Each token represents a part of the tokenized property. The main difference with traditional stocks is that while a traditional stock is reflected in a database or even on paper, an equity token does so on the chain of blocks of a certain blockchain.
The idea behind equity tokens is that companies can issue shares and voting rights directly on a blockchain, improving liquidity and reducing transaction costs associated, for example, with the fees and royalties of the main world exchanges.
The launch of an Equity Token is not very different from any other security, first we will have to choose the Exchange where we want to list our project as well as the blockchain . Then, we must define the conditions that are granted to the "tokenists" for the fact of keeping the token in their wallets. Finally, we must assess whether we want our ETO - Equity token offering - to be made through a private or public offering or a mix of both.
All this has not been overlooked by European regulators and the FCA - Financial Conduct Authority - of the United Kingdom.
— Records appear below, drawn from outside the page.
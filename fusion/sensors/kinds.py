"""The registry of sensor kinds: one entry per kind, read by every stage that depends on the kind.

A sensor kind is one module that defines its parameters, its readings, its model (a ``SensorModel``:
likelihood and mass function from one set of parameters), how its readings are written in a log
record and read back, how the simulator draws them, and its faults; and one ``register(SensorKind(…))``
call.  Case validation (``fusion.io.case``), observation records (``fusion.io.observations``), the
sensor set of a localizer (``fusion.localizer.SensorSet``), the simulator (``fusion.simulate``) and
calibration (``fusion.calibration``, through the kind's ``Calibrator``) read this registry and nothing else
about a kind.  The built-in kinds (ranging, markers, door, odometry; on place graphs feature, place_marker, width)
register themselves when their modules are imported; ``kinds()`` imports them first.

Fault options are declared, not coded: each option names its type (``OPTION_TYPES``), and the case
reader checks them with file, line and field.
"""

from __future__ import annotations

from collections.abc import Callable
from dataclasses import dataclass, field

__all__ = [
    "SensorKind",
    "FaultKind",
    "Option",
    "Calibrator",
    "lazy",
    "named",
    "register",
    "kinds",
    "sensor_kind",
    "OPTION_TYPES",
]

OPTION_TYPES = ("rate", "number", "positive", "flag", "marker", "point", "place")
"""rate: a number in [0, 1], required; number / positive: a number (positive: > 0) with a default; flag: true or
false, required; marker: the id of a marker of the site, required; point: [x, y] in metres, required; place: the
name of a place of a place graph, required."""


@dataclass(frozen=True)
class Option:
    type: str
    default: float | None = None


@dataclass(frozen=True)
class FaultKind:
    name: str
    description: str
    options: dict[str, Option] = field(default_factory=dict)
    instant: bool = False  # happens once, at start_s (no end_s)


@dataclass(frozen=True)
class Calibrator:
    """How a kind's parameters are learned from a log with true poses (``fusion calibrate``).

    ``collect(case, spec, pairs, poses)`` turns the sensor's readings, each paired with the true pose at its
    time (``pairs``: (pose, reading, t); ``poses``: every true pose), into its data set; ``fit(name, kind,
    data, settings)`` returns a ``fusion.calibration.models.Fit`` with posterior draws of ``fitted``;
    ``reliability(draws)`` gives draws of the share of readings the model's working part explains (None
    when the kind derives none); ``shares`` are fitted parameters that sum to one."""

    fitted: tuple[str, ...]
    collect: Callable
    fit: Callable
    reliability: Callable | None = None
    shares: tuple[str, ...] = ()


@dataclass(frozen=True)
class ModelCost:
    """What building a sensor's model takes, for the case's budget (``fusion.budget``): bytes and seconds by
    part (named without the sensor), and the beams of one reading (each costs a pass over the grid)."""

    memory: dict[str, float] = field(default_factory=dict)
    seconds: dict[str, float] = field(default_factory=dict)
    beams: int = 0


@dataclass(frozen=True)
class SensorKind:
    name: str
    params: type  # the parameter dataclass: the case's fields of a sensor of this kind
    model: (
        Callable | None
    )  # (spec, site, grid) -> the sensor model on a pose grid (odometry: the motion model); None: none
    to_record: Callable  # reading -> the fields of its log record (``fusion.io.observations``)
    from_record: Callable  # (record, where) -> reading; ObservationError naming the field
    # (case, spec, truth, rng) -> reading, for a sensor that fires at rate_hz; for a motion kind
    # (spec, forward_m, turn_deg, t, dt, rng) -> its report of the true move over (t, t + dt]
    simulate: Callable | None = None
    faults: dict[str, FaultKind] = field(default_factory=dict)
    motion: bool = False  # drives the prediction (odometry); exactly one per case
    needs_door: bool = False  # the case names the door whose contact it is (``door = "…"``)
    needs_markers: bool = False  # the site must have markers
    removed_fields: dict[str, str] = field(default_factory=dict)  # old case fields refused, with the reason
    settle: Callable | None = None  # params -> params after a calibration file replaced some (or ValueError)
    # A recording's values for a reading (``fusion.io.layout``): the fields a table or message names, those
    # that may hold several values (a table's cells from its column to the end of the row), the message
    # fields used when a layout names none, and (value, feed) -> reading, value(name) giving the raw value.
    fields: tuple[str, ...] = ()
    several: tuple[str, ...] = ()
    default_fields: dict[str, str] = field(default_factory=dict)
    from_fields: Callable | None = None
    # field -> rule of ``fusion.sensors.limits`` (probability, positive, non_negative, range, angle, levels) for
    # parameter fields that rules by name do not cover yet
    rules: dict[str, str] = field(default_factory=dict)
    calibrator: Calibrator | None = None  # None: calibration has no model for this kind
    cost: Callable | None = None  # (spec, site) -> ModelCost; None: the model builds nothing that grows
    # (spec, graph, frame) -> the sensor model on a place graph (``fusion.places``); None: the kind reads poses only
    place_model: Callable | None = None


def named(path: str):
    """The object ``"module:name"``, its module imported now."""
    import importlib

    module, _, name = path.partition(":")
    return getattr(importlib.import_module(module), name)


def lazy(path: str) -> Callable:
    """The function ``"module:name"``, imported when first called: a kind's registration names the code of a
    later stage (calibration needs pyro) without importing it."""

    def call(*args, **kwargs):
        return named(path)(*args, **kwargs)

    call.__name__ = call.__qualname__ = path.partition(":")[2]
    return call


_KINDS: dict[str, SensorKind] = {}
_loaded = False
_BUILTINS = (
    "fusion.sensors.ranging",
    "fusion.sensors.markers",
    "fusion.sensors.doors",
    "fusion.sensors.odometry",
    "fusion.places.kinds",
)


def register(kind: SensorKind) -> SensorKind:
    """Add (or replace) a sensor kind; returns it."""
    _KINDS[kind.name] = kind
    return kind


def kinds() -> dict[str, SensorKind]:
    """Every registered kind by name, the built-in ones first."""
    global _loaded
    if not _loaded:  # on first use: every log record and case asks, so later calls cost one test
        import importlib

        for module in _BUILTINS:
            importlib.import_module(module)
        _loaded = True
    return _KINDS


def sensor_kind(name: str) -> SensorKind:
    """The kind called ``name``; KeyError when none is registered."""
    return kinds()[name]
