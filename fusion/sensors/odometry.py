"""Odometry: a move forward/left in the robot's frame and a turn, with errors that grow with the
distance travelled and the angle turned, never with the number of records.

The error model has two readings, one per kind of motion a back end can apply (the case
chooses, ``[run] motion``):

- probabilistic: the errors of successive stretches are independent, so their *variances* add.
  After travelling d metres and turning θ radians,
  σ_t² = a² · d  and  σ_r² = b² · d + c² · |θ|,
  with a = ``sigma_per_m`` (m after 1 m), b = ``turn_sigma_per_m_deg`` (degrees after 1 m),
  c = ``turn_sigma_per_turn`` (radians after one radian of turning).  A path cut into N records
  has the same total variance for every N (a random walk in distance; the usual odometry error
  model, Thrun, Burgard & Fox 2005, §5.4, with its variances taken per unit travelled);
- bounded-error (set-valued): the error is at most ``bound_sigmas`` · (a · d) metres and
  ``bound_sigmas`` · (b · d + c · |θ|) in heading.  Bounds of successive stretches *add*, so the
  bound of a path is again independent of how it is cut into records.

There is no per-record floor: a record of zero motion adds no error, so a robot standing still
with its odometry logged at 10 Hz keeps the belief it had.  ``Motion`` is what the back ends
apply: for every heading bin the displacement in cells, the turn in heading bins, the noise in
cells and bins and the set-valued bounds.  Reliability r is the chance the odometry is right;
with 1 − r the wheels slipped and the move is only known within ``slip_m`` / ``slip_deg``.
"""

from __future__ import annotations

import math
from dataclasses import dataclass

import numpy as np

from fusion.errors import ObservationError
from fusion.grid import PoseGrid
from fusion.sensors.limits import require_valid

__all__ = [
    "split_reading",
    "OdometryParams",
    "OdometryReading",
    "Motion",
    "OdometrySensor",
    "MAX_TURN_DEG",
    "check_reading",
    "noise_of",
    "Travel",
    "moved_pose",
    "check_odometry_step",
]


@dataclass(frozen=True)
class OdometryParams:
    sigma_per_m: float = 0.05
    turn_sigma_per_m_deg: float = 2.0
    turn_sigma_per_turn: float = 0.05
    bound_sigmas: float = 3.0
    reliability: float = 1.0
    slip_m: float = 0.5
    slip_deg: float = 15.0


@dataclass(frozen=True)
class OdometryReading:
    forward_m: float
    left_m: float = 0.0
    turn_deg: float = 0.0


@dataclass(frozen=True)
class Motion:
    """One odometry step resolved on a grid (all in cells and heading bins)."""

    dx: np.ndarray  # (headings,) displacement along x in cells, for each heading bin
    dy: np.ndarray
    turn: float  # heading bins, may be fractional
    sigma: float  # translation noise in cells
    sigma_turn: float  # heading bins
    bound: int  # cells: set-valued translation error bound, rounded up
    bound_turn: int  # heading bins, rounded up
    reliability: float
    slip: int  # cells, error bound when the wheels slipped
    slip_turn: int
    bound_cells: float = 0.0  # the bounds before rounding up
    bound_bins: float = 0.0
    reading: OdometryReading = OdometryReading(0.0)  # the move in metres and degrees, for back ends off the grid
    sigma_m: float = 0.0  # translation noise in metres
    sigma_turn_rad: float = 0.0  # heading noise in radians


_DEG_PER_RAD = math.degrees(1.0)
REMOVED_FIELDS = {
    "floor_m": "odometry noise is now per metre travelled (sigma_per_m), with no per-record floor; remove it",
    "floor_deg": "heading noise is now per metre and per radian turned (turn_sigma_per_m_deg, turn_sigma_per_turn), "
    "with no per-record floor; remove it",
}
"""Fields older case files may hold, with what replaced them (a per-record floor made the error depend on
how finely the odometry was logged)."""

MAX_TURN_DEG = 360.0
"""The largest turn one odometry record may report."""


@dataclass(frozen=True)
class Travel:
    """Odometry records composed into one: the net move, and the path length and turning behind it (the
    errors grow with these, not with the net move: a robot that went 1 m out and back has travelled 2 m)."""

    reading: OdometryReading = OdometryReading(0.0)
    path_m: float = 0.0
    turned_deg: float = 0.0

    def then(self, r: OdometryReading) -> Travel:
        """This travel followed by record ``r`` (exact pose composition, ``moved_pose``)."""
        a = self.reading
        x, y, th = moved_pose(a.forward_m, a.left_m, math.radians(a.turn_deg), r)
        net = OdometryReading(x, y, math.degrees(th))
        return Travel(net, self.path_m + math.hypot(r.forward_m, r.left_m), self.turned_deg + abs(r.turn_deg))


def moved_pose(x: float, y: float, heading_rad: float, r: OdometryReading) -> tuple[float, float, float]:
    """The pose reached from (x, y, heading) by record ``r``: forward/left in the frame at its start, then
    the turn."""
    c, s = math.cos(heading_rad), math.sin(heading_rad)
    return (
        x + c * r.forward_m - s * r.left_m,
        y + s * r.forward_m + c * r.left_m,
        heading_rad + math.radians(r.turn_deg),
    )


def split_reading(r: OdometryReading, share: float) -> tuple[OdometryReading, OdometryReading]:
    """Record ``r`` cut at ``share`` (0–1) of its time: the first part moves ``share`` of its translation
    and turn (constant velocity over the record); the rest is the remaining move seen from where the first
    part ends, so that the two composed (``moved_pose``) give exactly ``r``, and their path lengths and
    turns add up to ``r``'s."""
    share = min(max(share, 0.0), 1.0)
    first = OdometryReading(r.forward_m * share, r.left_m * share, r.turn_deg * share)
    a = math.radians(first.turn_deg)
    c, s = math.cos(a), math.sin(a)
    fx, fy = r.forward_m * (1 - share), r.left_m * (1 - share)
    rest = OdometryReading(c * fx + s * fy, -s * fx + c * fy, r.turn_deg * (1 - share))
    return first, rest


def check_odometry_step(previous_t: float | None, t: float, sensor: str) -> None:
    """Refuse an odometry record whose time is not after the previous record's: each record reports the
    motion since the one before, so two at one time (or going back) mean a duplicated or mis-stamped log."""
    if previous_t is not None and t <= previous_t:
        raise ObservationError(
            f"field t: odometry record of {sensor!r} at t = {t:g} s has a {'zero' if t == previous_t else 'negative'} "
            f"time step after the previous odometry record (t = {previous_t:g} s); each record must report the "
            "motion since an earlier one: drop the duplicate or fix its time stamp"
        )


def noise_of(p: OdometryParams, dist_m: float, turned_deg: float) -> tuple[float, float]:
    """(σ of the distance in metres, σ of the heading in degrees) after driving ``dist_m`` and turning
    ``turned_deg``: variances add along the path."""
    sigma_deg = math.sqrt((p.turn_sigma_per_m_deg**2) * dist_m + (p.turn_sigma_per_turn**2) * turned_deg * _DEG_PER_RAD)
    return p.sigma_per_m * math.sqrt(dist_m), sigma_deg


def check_reading(sensor: str, reading: OdometryReading, longest_m: float, longest: str) -> None:
    """Refuse an odometry record that is not finite, moves farther than ``longest_m`` (``longest`` names it) or
    turns more than ``MAX_TURN_DEG``."""
    fields = {"forward_m": reading.forward_m, "left_m": reading.left_m, "turn_deg": reading.turn_deg}
    for field, v in fields.items():
        if not isinstance(v, (int, float)) or not math.isfinite(v):
            raise ObservationError(f"sensor {sensor!r}: odometry {field} must be a finite number, got {v!r}")
    if math.hypot(reading.forward_m, reading.left_m) > longest_m:
        raise ObservationError(
            f"sensor {sensor!r}: odometry moves {math.hypot(reading.forward_m, reading.left_m):.4g} m in one "
            f"record, more than {longest} ({longest_m:.1f} m); check the log's units (metres)"
        )
    if abs(reading.turn_deg) > MAX_TURN_DEG:
        raise ObservationError(
            f"sensor {sensor!r}: odometry turns {reading.turn_deg:.4g}° in one record, more than "
            f"{MAX_TURN_DEG:g}°; check the log's units (degrees)"
        )


class OdometrySensor:
    def __init__(self, name: str, grid: PoseGrid, params: OdometryParams = OdometryParams()):
        self.name, self.grid, self.params = name, grid, params
        require_valid(params, name)

    def check(self, reading: OdometryReading) -> None:
        """Refuse a record that is not finite, moves farther than the site's diagonal or turns more than
        ``MAX_TURN_DEG``: a unit or logging fault, which taken as given would build a kernel of any size."""
        check_reading(self.name, reading, math.hypot(self.grid.width_m, self.grid.height_m), "the site's diagonal")

    def motion(self, reading: OdometryReading, travelled: Travel | None = None) -> Motion:
        """The move of ``reading`` on the grid; its errors follow ``travelled`` (the path length and the
        turning of the checked records composed into it: their net move is not checked again, since a
        composition may go past one record's limits) or, by default, the reading's own distance and turn."""
        if travelled is None:
            self.check(reading)
        g, p, res = self.grid, self.params, self.grid.resolution_m
        theta = g.heading_centres()
        fwd, left = reading.forward_m, reading.left_m
        dx = (fwd * np.cos(theta) - left * np.sin(theta)) / res
        dy = (fwd * np.sin(theta) + left * np.cos(theta)) / res
        dist = math.hypot(fwd, left) if travelled is None else travelled.path_m
        turned = abs(reading.turn_deg) if travelled is None else travelled.turned_deg
        # Variances add along the path (probabilistic); bounds add along the path (set-valued).
        sigma_m, sigma_deg = noise_of(p, dist, turned)
        bound_m = p.bound_sigmas * p.sigma_per_m * dist
        bound_deg = p.bound_sigmas * (p.turn_sigma_per_m_deg * dist + p.turn_sigma_per_turn * turned)
        step_deg = math.degrees(g.heading_step)
        return Motion(
            dx=dx,
            dy=dy,
            turn=reading.turn_deg / step_deg,
            sigma=sigma_m / res,
            sigma_turn=sigma_deg / step_deg,
            bound=int(math.ceil(bound_m / res - 1e-9)),
            bound_turn=int(math.ceil(bound_deg / step_deg - 1e-9)),
            bound_cells=bound_m / res,
            bound_bins=bound_deg / step_deg,
            reliability=p.reliability,
            slip=int(math.ceil(p.slip_m / res)),
            slip_turn=int(math.ceil(p.slip_deg / step_deg)),
            reading=reading,
            sigma_m=sigma_m,
            sigma_turn_rad=math.radians(sigma_deg),
        )


# ----------------------------------------------------------------------------- the kind
def _record(r: OdometryReading) -> dict:
    return {"forward_m": round(r.forward_m, 5), "left_m": round(r.left_m, 5), "turn_deg": round(r.turn_deg, 4)}


def _from_record(rec: dict, where: str) -> OdometryReading:
    from fusion.io.json_line import number_field

    left = number_field(rec, "left_m", where) if rec.get("left_m") is not None else 0.0
    return OdometryReading(number_field(rec, "forward_m", where), left, number_field(rec, "turn_deg", where))


def simulate_odometry(spec, forward: float, turn: float, t: float, dt: float, rng) -> OdometryReading:
    """The wheels' report of a true move (forward m, turn deg) over (t, t + dt]: noise per the error model;
    drift and a wheel slip (faults)."""
    p = spec.params
    measured_f = forward + rng.normal(0.0, p.sigma_per_m * abs(forward) + 1e-4)
    measured_t = turn + rng.normal(
        0.0, p.turn_sigma_per_m_deg * abs(forward) + p.turn_sigma_per_turn * abs(turn) + 0.05
    )
    for fault in spec.faults:
        if fault.kind == "drift" and fault.active(t):
            measured_f *= float(fault.options.get("scale", 1.0))
            measured_t += float(fault.options.get("turn_deg_per_m", 0.0)) * abs(forward)
        if fault.kind == "slip" and t <= fault.start_s < t + dt:
            measured_f += float(fault.options.get("forward_m", 0.0))
            measured_t += float(fault.options.get("turn_deg", 0.0))
    return OdometryReading(float(measured_f), 0.0, float(measured_t))


def _register() -> None:
    from fusion.sensors.kinds import Calibrator, FaultKind, Option, SensorKind, lazy, register

    drift = FaultKind(
        "drift",
        "heading drift (turn_deg_per_m) and scale error (scale) on every move",
        {"turn_deg_per_m": Option("number", 0.0), "scale": Option("positive", 1.0)},
    )
    slip = FaultKind(
        "slip",
        "one wheel slip at start_s: forward_m and turn_deg added to the true move",
        {"forward_m": Option("number", 0.0), "turn_deg": Option("number", 0.0)},
        instant=True,
    )
    register(
        SensorKind(
            "odometry",
            OdometryParams,
            lambda spec, site, grid: OdometrySensor(spec.name, grid, spec.params),
            _record,
            _from_record,
            simulate_odometry,
            {"drift": drift, "slip": slip},
            motion=True,
            removed_fields=REMOVED_FIELDS,
            place_model=lazy("fusion.places.odometry:place_odometry"),
            # No reliability is derived: the slip model has no counterpart in the fit, so the case's is kept.
            calibrator=Calibrator(
                ("sigma_per_m", "turn_sigma_per_m_deg", "turn_sigma_per_turn"),
                lazy("fusion.calibration.data:collect_odometry"),
                lazy("fusion.calibration.models:fit_odometry"),
            ),
        )
    )


_register()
When Binance launched the first “stock tokens'' (a form of Equity token), regulators quickly warned that if such tokens were transferable, tradable, paid dividends, and options were executed in euros, those tokens were rated securities and its issuance had to be carried out after the publication of an informative brochure under the standard of one of the regulators of the ESMA - European Securities and Markets Authority.
Binance and the trading company of these assets, CM-Equity, argued for their part that the issuance conditions correspond to those of a Total Return Swap (financial contract in which capital is granted in exchange for cash flows) that It is not transferable to other users, it does not grant voting rights and it is set in Binance BUSD's own stablecoin, not in euros.
In Spain, we currently find projects such as BME's within the CNMV Sandbox, which aims to create a Marketplace in which SMEs can offer and seek financing based on the Ethereum network. This can be a first step for the launch of Equity tokens with guarantees and backing from the regulator.
Undoubtedly, at the moment there is no official definition of what it is, what are the characteristics and conditions of issuance of an Equity Token , so we will have to wait for the launch of the MiCA directive to see what conditions are required by the regulator.
Stock Token Offerings (ETO)
This is a way of raising funds for any company that involves the issuance of Blockchain Assets Tokens. These tokens can be issued in both public and private placements and can be conducted through any regulatory entity in your home country.
The Equity Token Offering process described below is similar to any issuance of shares by any other company that is not related to the Blockchain. However, the platforms that carry out this process are different. The process below shows step by step how to carry out an Equity Token Offer for any Blockchain development company that begins with a campaign to investors informing them about the company's move to offer an Equity Token.
Stock Tokens are about to become a critical part of future Initial Coin Offerings (ICOs) as they offer start-ups the ability to enter financial markets, which would otherwise be difficult. However, the issue surrounding the issuance of equity tokens remains regulations that have yet to be finalized through a recent bill passed by Delaware that allows companies to store the names of their shareholders in Blockchains allows. Blockchain based on stock trading.
The ETO will predominantly become the preferred form of fundraising as it will offer a lot of value to investors as well as investment value to companies. An Equity Token, like a stock, is more of a security, which means that regulations must be followed by creating a form of confidence on the part of investors. This is therefore more likely to offer more funds than any other fundraising method launched by Blockchain companies.